If you have seen the Australian television series “Love Child”, or the British movie, “Philomena”, you may have some idea about what we refer to as Forced Adoptions.

In Australia, like elsewhere in the world, it was common practice in the past to remove newborn babies from mothers who “society” deemed to be unfit parents, often based on moral grounds.  For instance, babies of unwed mothers were taken at birth and given to childless married couples, sometimes without consent of the mother. In other cases, unethical, dishonest, even illegal, methods were used to obtain consent under duress, deception, manipulation or coercion. In some cases, the mothers’ signatures were even forged on consent documents. These practices were carried out by doctors, nurses, social workers and religious figures. The mother’s family members were often complicit in coercing her into the adoption. Mothers were often sent to institutions for the pregnancy, until the baby was born. The treatment they received at these institutions was often harsh and abusive.

Medical treatment during the birth was often poor, sometimes abusive and sometimes involved drugs being administered against the mother’s will. The separation experience at birth for a mother and her baby was often profoundly traumatic for both of them.

Fathers were generally not allowed to visit the mothers during their stay in the institution, and did not see the babies after they were born. Their input or wishes about the child or adoption were often ignored.

Following the removal of children, mothers were discouraged from speaking about their experiences. Even when they did speak out, they were sometimes not believed or even blamed for what happened. Some mothers may not identify their adoption experience as being ‘forced’, because ultimately they may have made the decision. However, the shame and guilt that society cast on parenting outside of marriage, particularly on unwed mothers, made it an almost impossible choice, especially in the peak period of these practices, up until the mid 1970s.

Forced Adoptions were commonly “closed adoptions” which meant the original birth certificate, if one was issued, was sealed. This was done so the child couldn’t access it or see the original names written on it. These policies were put in place deliberately to prevent parents and children re-connecting.

People who were adopted had very mixed experiences. Many were denied access to any information about their origins.  Some felt they were abandoned, others were made to feel they should just be grateful for being adopted. Others were not told that they were adopted, sometimes only finding out as adults.
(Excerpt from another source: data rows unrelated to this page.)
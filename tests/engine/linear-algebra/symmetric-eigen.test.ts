import { describe, expect, it } from 'vitest';
import { congruence, multiplyLeftTransposed } from '../../../engine/linear-algebra/dense';
import { symmetricEigen } from '../../../engine/linear-algebra/symmetric-eigen';
import { randomSymmetric, seededRandom } from '../../support/random';

describe('symmetricEigen', () => {
  it.each([1, 2, 7, 30])('identity: VᵀAV is diagonal with rising values and VᵀV = 1, n = %i', (n) => {
    const matrix = randomSymmetric(n, seededRandom(n));
    const { values, vectors } = symmetricEigen(matrix, n);
    const diagonal = congruence(matrix, vectors, n, n);
    const metric = multiplyLeftTransposed(vectors, vectors, n, n, n);
    for (let i = 0; i < n; i++) {
      for (let j = 0; j < n; j++) {
        expect(Math.abs(diagonal[i * n + j] - (i === j ? values[i] : 0))).toBeLessThan(1e-12);
        expect(Math.abs(metric[i * n + j] - (i === j ? 1 : 0))).toBeLessThan(1e-12);
      }
      if (i > 0) expect(values[i]).toBeGreaterThanOrEqual(values[i - 1]);
    }
  });

  it('identity: the second-difference matrix has the eigenvalues 2 − 2cos(kπ/(n+1))', () => {
    const n = 12;
    const matrix = new Float64Array(n * n);
    for (let i = 0; i < n; i++) {
      matrix[i * n + i] = 2;
      if (i > 0) {
        matrix[i * n + i - 1] = -1;
        matrix[(i - 1) * n + i] = -1;
      }
    }
    symmetricEigen(matrix, n).values.forEach((value, k) => {
      expect(Math.abs(value - (2 - 2 * Math.cos(((k + 1) * Math.PI) / (n + 1))))).toBeLessThan(1e-13);
    });
  });

  it('identity: a matrix with NaN is refused at once instead of iterating for ever', () => {
    expect(() => symmetricEigen(Float64Array.of(1, Number.NaN, Number.NaN, 1), 2)).toThrow(RangeError);
  });
});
Some people who were adopted had very positive experiences, which can create different challenges for the mother and/or father if they try to re-connect later in life.


Some ongoing impacts of forced adoptions

We know that the impact on the remainder of their lives varied greatly, for many people impacted by forced adoptions, the personal and psychological impacts extend far beyond the adoption itself, leaving significant potential lifelong consequences.


• have a higher likelihood of severe mental disorder and Post Traumatic Stress Disorder

• reported lowered confidence to parent children, often resulting in no further pregnancies

• often had failed relationships with partners, hindering their capacity to create a family after their experience

• reported feeling high levels of shame, and in many cases keeping their experience to themselves for much of their adult lives

• shared that they felt isolated, and confused about wanting to know about their child, despite often being told their child’s life should not be disrupted

• experience trauma relating to reminders of this experience, for example at certain times like birthdays.

People who were adopted

• are more likely to experience mental health disorders, poor wellbeing and higher psychological distress

• are more likely to encounter problems with attachment, identity, abandonment and parenting their own children

• sometimes struggle to find their place of belonging in either family

• reported a need to prove they belong, demonstrate adequacy and validate their existence

• often feel a sense of loss without understanding why (reported after they find out as late discoverers)

• sometimes struggle with bonding and have disrupted attachment experiences as parents.


• may experience mental health issues and symptoms of Post Traumatic Stress Disorder

• may have self esteem issues relating to not being able to effect an outcome at the time of the pregnancy and birth

• may have adverse relationships as they struggle to inform their future families about their experience.

Close family members (brothers and sisters, subsequent partners, or subsequent children of the parents or child)

• may experience a sense of loss or other impacts from a traumatised parent or partner

• may wish to find the answers to important questions about their family

• may be significantly impacted by late discovery of adoption.


Further information

Forced Adoption Practices webpage

Forced Adoptions History Project website

Without Consent exhibition information and videos

National Apology for Forced Adoptions

Forced Adoption specific psychologist training

Following one of the recommendations of the Senate Inquiry into forced adoptions, the Australian Psychological Society (APS) was funded to establish a psychologist training program, specifically to give more appropriate and targeted support to people impacted by forced adoptions.